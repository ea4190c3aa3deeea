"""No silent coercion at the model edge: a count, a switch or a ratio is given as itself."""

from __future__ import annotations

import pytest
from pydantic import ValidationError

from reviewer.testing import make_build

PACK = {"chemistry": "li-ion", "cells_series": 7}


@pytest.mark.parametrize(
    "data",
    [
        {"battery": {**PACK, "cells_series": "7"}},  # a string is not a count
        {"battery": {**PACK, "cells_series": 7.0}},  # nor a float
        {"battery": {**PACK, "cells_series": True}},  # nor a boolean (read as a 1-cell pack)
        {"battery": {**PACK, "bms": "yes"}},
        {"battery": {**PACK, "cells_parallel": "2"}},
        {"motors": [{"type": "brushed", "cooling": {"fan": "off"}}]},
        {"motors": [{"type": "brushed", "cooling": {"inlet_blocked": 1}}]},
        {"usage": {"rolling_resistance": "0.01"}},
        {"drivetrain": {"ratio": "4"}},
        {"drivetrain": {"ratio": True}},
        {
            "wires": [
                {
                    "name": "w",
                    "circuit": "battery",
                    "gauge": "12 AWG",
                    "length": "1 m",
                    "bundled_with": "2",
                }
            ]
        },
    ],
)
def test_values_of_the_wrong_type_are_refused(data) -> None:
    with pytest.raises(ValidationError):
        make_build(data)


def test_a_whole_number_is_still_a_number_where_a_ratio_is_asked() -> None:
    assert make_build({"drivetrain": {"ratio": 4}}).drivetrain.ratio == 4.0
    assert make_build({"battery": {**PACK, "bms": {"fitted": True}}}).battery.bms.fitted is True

▬▬▬▬▬▬▬▬▬▬

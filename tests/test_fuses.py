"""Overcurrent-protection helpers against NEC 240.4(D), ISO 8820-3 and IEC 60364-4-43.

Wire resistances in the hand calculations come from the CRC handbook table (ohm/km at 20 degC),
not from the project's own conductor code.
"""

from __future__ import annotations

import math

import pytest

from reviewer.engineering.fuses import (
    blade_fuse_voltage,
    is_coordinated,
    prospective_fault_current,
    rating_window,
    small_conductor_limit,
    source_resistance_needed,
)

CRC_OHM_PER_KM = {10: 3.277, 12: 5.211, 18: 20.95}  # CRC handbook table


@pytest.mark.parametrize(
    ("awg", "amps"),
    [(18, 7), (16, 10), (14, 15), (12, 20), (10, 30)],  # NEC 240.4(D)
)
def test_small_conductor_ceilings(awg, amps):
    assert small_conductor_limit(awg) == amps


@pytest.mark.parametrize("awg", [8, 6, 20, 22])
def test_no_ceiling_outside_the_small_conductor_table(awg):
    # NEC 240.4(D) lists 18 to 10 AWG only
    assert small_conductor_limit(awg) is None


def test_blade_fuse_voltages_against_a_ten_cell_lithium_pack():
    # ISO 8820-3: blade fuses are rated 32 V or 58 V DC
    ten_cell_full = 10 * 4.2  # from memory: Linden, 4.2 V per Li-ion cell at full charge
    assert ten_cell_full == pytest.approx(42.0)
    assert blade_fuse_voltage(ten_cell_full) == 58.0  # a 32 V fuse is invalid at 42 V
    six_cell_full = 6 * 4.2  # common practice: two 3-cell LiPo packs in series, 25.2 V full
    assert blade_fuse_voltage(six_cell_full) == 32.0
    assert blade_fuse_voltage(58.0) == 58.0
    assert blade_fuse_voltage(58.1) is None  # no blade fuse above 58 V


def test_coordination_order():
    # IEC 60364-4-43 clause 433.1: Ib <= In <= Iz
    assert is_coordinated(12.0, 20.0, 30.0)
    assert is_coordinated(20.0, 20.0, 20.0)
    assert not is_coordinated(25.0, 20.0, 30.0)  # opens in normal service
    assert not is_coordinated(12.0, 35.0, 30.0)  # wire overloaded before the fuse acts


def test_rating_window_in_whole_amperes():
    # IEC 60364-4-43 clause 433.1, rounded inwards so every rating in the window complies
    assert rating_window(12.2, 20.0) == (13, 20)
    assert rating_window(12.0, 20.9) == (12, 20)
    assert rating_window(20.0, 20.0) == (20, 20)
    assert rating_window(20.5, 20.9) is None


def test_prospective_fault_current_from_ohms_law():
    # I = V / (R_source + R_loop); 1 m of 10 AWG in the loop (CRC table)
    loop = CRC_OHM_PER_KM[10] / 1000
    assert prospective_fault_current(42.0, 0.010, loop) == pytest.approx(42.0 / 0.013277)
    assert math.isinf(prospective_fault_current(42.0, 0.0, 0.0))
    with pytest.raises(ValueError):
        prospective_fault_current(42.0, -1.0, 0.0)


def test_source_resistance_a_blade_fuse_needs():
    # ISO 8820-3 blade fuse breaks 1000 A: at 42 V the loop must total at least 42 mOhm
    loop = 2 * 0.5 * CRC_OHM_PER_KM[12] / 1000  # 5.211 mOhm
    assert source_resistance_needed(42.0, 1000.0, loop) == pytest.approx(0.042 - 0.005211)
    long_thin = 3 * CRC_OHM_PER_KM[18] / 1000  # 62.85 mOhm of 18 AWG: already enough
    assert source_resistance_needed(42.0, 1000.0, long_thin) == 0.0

▬▬▬▬▬▬▬▬▬▬

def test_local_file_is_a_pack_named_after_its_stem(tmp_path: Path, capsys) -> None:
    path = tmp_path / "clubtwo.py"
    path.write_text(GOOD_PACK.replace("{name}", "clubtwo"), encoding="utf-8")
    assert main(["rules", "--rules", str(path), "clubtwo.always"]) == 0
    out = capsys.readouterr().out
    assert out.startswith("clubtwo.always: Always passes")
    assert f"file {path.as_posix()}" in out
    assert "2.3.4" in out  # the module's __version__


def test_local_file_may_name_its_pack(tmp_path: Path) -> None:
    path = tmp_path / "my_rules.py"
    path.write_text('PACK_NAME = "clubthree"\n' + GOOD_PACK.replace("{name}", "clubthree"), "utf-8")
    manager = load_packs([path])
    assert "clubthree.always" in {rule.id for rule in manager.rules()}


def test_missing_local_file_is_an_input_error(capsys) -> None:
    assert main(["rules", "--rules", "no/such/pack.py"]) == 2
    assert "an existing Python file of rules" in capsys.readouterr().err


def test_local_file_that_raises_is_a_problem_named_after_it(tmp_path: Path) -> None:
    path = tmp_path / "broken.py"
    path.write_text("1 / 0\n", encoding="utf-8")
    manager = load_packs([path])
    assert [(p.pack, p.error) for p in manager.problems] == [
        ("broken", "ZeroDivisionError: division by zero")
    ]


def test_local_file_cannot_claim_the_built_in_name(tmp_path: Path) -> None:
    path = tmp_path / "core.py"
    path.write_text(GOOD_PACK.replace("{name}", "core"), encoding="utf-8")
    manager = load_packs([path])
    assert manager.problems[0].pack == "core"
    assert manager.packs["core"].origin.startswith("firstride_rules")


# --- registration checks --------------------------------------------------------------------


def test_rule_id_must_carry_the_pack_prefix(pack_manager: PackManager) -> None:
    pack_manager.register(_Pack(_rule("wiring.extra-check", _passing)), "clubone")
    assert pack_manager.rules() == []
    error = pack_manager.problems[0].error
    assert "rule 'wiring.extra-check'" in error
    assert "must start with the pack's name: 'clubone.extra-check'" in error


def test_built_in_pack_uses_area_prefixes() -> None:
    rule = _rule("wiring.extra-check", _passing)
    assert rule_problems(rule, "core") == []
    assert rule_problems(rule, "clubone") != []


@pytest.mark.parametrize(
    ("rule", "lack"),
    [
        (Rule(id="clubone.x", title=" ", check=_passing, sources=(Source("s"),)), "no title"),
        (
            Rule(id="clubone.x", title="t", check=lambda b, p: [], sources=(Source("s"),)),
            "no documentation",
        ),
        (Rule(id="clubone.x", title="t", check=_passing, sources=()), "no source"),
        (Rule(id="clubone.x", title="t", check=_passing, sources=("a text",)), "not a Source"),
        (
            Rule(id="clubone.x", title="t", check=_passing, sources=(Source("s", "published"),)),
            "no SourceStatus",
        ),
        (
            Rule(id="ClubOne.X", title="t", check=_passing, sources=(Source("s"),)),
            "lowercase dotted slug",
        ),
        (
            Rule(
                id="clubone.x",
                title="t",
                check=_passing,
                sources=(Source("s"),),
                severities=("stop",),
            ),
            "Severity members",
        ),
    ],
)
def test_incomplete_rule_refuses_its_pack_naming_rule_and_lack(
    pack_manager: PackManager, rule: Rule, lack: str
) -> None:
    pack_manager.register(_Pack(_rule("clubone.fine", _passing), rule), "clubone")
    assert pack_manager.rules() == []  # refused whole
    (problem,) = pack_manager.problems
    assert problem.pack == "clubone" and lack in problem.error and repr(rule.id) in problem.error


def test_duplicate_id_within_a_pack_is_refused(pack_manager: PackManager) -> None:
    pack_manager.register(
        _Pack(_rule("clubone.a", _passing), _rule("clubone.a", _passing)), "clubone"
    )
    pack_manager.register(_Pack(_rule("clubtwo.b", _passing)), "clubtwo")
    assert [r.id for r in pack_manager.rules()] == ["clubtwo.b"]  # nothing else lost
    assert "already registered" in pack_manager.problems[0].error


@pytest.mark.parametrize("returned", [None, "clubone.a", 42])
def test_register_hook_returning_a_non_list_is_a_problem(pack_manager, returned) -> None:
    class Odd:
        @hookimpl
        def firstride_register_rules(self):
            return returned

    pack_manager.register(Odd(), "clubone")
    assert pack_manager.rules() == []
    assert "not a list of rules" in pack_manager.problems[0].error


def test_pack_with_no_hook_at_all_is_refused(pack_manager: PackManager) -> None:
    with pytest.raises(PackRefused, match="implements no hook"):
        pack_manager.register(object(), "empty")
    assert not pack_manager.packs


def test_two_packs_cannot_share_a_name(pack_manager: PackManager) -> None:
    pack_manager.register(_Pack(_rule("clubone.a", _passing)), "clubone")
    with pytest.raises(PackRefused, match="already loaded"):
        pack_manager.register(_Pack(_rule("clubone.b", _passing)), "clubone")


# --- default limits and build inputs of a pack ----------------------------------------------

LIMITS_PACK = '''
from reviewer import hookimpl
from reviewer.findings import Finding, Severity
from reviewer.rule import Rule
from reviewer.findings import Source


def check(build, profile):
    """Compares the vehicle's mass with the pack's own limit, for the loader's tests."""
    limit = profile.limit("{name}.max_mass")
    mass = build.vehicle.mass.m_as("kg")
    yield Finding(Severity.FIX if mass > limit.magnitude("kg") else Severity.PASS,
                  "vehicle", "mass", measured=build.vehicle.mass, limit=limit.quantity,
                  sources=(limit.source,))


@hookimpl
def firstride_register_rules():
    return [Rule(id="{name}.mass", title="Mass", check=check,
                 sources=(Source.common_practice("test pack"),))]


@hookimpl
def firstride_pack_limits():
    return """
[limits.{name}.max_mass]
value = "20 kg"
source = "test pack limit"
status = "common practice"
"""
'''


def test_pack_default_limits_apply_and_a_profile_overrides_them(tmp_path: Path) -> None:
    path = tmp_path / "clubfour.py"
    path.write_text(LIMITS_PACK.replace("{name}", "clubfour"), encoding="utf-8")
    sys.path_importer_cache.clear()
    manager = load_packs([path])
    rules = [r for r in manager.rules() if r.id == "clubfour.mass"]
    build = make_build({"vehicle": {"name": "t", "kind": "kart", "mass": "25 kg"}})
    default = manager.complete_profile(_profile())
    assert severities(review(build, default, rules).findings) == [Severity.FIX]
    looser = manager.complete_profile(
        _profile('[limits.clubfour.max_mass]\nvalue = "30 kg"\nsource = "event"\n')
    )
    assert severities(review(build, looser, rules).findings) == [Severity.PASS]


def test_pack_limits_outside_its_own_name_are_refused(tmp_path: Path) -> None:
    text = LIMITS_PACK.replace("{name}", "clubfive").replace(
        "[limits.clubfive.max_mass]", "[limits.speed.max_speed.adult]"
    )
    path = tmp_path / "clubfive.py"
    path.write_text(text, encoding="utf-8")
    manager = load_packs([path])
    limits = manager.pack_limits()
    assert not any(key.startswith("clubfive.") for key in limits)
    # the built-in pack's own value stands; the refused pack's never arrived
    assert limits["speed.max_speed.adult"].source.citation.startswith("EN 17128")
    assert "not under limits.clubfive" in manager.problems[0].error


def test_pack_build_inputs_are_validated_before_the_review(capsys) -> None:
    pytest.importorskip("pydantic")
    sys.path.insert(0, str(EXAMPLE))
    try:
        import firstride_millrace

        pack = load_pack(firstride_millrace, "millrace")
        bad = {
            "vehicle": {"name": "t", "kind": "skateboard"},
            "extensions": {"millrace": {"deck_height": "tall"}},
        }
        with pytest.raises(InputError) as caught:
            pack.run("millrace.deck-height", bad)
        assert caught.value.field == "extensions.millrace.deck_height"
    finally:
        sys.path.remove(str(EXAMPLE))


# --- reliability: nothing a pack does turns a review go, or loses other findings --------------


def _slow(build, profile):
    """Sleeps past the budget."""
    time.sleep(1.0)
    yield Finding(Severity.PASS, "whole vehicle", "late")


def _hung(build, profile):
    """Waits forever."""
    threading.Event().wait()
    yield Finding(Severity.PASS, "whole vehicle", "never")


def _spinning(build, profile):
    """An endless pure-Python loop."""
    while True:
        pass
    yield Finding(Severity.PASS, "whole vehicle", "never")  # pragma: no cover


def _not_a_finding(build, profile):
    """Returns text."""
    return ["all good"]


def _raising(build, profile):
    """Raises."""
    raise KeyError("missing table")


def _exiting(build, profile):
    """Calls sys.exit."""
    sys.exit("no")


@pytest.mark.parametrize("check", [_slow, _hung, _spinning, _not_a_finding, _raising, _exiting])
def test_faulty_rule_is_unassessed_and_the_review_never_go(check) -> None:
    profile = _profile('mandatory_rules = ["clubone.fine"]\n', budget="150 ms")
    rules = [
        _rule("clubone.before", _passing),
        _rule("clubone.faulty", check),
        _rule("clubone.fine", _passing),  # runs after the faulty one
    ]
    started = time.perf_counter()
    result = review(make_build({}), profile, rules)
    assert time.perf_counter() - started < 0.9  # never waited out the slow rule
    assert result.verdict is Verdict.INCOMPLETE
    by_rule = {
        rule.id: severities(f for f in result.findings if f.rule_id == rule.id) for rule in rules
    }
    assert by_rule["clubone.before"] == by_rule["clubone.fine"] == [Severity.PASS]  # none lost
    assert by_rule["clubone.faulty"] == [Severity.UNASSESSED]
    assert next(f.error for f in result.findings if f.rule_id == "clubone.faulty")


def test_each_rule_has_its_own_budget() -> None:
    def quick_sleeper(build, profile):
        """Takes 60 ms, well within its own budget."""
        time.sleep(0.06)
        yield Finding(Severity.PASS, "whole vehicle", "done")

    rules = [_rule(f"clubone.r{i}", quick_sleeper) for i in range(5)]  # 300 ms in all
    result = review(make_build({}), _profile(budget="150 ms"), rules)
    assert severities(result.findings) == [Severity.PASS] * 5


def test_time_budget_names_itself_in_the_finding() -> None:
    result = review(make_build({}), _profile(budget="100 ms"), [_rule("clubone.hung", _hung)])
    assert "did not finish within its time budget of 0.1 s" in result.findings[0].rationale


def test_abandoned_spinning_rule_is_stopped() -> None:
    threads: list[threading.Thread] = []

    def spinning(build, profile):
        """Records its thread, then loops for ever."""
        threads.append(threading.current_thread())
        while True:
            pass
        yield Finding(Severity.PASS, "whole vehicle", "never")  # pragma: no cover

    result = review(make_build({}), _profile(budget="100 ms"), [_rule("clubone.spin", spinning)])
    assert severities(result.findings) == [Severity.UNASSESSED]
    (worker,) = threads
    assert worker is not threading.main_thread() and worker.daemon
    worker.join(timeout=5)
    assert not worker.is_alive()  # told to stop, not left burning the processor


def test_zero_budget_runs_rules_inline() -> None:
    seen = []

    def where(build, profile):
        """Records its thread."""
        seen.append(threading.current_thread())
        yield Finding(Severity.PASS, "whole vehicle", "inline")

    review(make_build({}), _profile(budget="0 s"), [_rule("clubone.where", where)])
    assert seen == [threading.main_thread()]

▬▬▬▬▬▬▬▬▬▬

__Work instruction__: From the listing, reproduce every line where the word "clubfive" is present.

__Answer space__:
    text = LIMITS_PACK.replace("{name}", "clubfive").replace(
        "[limits.clubfive.max_mass]", "[limits.speed.max_speed.adult]"
    path = tmp_path / "clubfive.py"
    assert not any(key.startswith("clubfive.") for key in limits)
    assert "not under limits.clubfive" in manager.problems[0].error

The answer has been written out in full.